[Provided data — start]

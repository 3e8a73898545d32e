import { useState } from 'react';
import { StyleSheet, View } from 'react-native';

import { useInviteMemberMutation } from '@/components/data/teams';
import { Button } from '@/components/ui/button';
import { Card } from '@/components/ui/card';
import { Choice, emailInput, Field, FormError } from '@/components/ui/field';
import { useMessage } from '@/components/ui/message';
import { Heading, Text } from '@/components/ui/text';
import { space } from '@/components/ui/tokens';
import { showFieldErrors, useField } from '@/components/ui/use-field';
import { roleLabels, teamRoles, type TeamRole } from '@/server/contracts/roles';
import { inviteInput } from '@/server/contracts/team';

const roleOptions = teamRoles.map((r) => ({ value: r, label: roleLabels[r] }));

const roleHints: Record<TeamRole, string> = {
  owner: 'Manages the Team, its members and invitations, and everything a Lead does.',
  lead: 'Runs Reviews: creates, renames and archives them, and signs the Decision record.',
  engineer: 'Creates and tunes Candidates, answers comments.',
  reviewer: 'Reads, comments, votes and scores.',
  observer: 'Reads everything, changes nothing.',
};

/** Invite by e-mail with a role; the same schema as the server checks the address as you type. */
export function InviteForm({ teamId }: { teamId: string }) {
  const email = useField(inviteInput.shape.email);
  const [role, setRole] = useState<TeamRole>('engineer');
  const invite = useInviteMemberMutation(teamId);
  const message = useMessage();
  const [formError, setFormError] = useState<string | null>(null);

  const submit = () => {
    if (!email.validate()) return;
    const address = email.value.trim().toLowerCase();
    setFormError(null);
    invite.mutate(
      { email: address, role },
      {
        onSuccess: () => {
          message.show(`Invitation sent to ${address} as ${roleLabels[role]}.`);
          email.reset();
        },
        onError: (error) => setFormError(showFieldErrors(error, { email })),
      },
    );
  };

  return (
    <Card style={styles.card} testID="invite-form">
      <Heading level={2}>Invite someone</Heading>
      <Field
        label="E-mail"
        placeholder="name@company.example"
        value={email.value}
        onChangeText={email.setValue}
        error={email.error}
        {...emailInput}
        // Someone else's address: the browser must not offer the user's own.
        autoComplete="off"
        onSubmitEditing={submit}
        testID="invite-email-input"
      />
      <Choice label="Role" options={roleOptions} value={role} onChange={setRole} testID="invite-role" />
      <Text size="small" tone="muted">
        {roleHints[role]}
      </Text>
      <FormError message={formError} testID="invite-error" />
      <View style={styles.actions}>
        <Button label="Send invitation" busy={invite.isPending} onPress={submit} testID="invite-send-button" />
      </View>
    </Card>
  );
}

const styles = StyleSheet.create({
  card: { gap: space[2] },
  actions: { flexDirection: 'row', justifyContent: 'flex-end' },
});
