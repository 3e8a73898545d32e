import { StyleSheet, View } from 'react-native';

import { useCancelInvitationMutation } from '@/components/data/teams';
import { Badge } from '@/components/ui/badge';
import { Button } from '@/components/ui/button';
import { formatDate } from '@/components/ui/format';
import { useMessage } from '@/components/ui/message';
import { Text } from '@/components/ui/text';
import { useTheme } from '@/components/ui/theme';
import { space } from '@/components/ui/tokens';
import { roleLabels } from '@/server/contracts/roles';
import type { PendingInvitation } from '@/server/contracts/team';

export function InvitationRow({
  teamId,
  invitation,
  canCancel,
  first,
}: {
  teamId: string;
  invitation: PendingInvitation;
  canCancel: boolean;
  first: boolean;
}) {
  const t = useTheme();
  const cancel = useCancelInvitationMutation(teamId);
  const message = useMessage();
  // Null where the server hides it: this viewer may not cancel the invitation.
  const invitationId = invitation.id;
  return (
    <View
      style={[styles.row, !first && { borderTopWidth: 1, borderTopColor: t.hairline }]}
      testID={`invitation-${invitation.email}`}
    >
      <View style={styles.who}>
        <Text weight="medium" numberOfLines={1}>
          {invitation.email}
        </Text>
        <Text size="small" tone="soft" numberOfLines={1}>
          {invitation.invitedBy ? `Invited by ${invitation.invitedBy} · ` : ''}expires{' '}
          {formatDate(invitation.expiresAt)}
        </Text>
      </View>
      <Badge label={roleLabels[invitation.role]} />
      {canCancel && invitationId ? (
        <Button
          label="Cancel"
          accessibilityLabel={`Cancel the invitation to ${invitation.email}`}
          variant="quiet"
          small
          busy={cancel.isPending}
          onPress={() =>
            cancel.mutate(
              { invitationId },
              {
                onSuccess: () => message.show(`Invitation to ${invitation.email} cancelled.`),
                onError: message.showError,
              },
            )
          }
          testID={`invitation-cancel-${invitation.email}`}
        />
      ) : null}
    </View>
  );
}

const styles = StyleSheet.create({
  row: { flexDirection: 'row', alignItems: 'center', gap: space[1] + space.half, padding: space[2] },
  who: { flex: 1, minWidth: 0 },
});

[Provided data — finish]

* **What the exercise asks**
Every line containing the string "useTheme" should be pulled from the listing and copied.

* **Answer space**
import { useTheme } from '@/components/ui/theme';
  const t = useTheme();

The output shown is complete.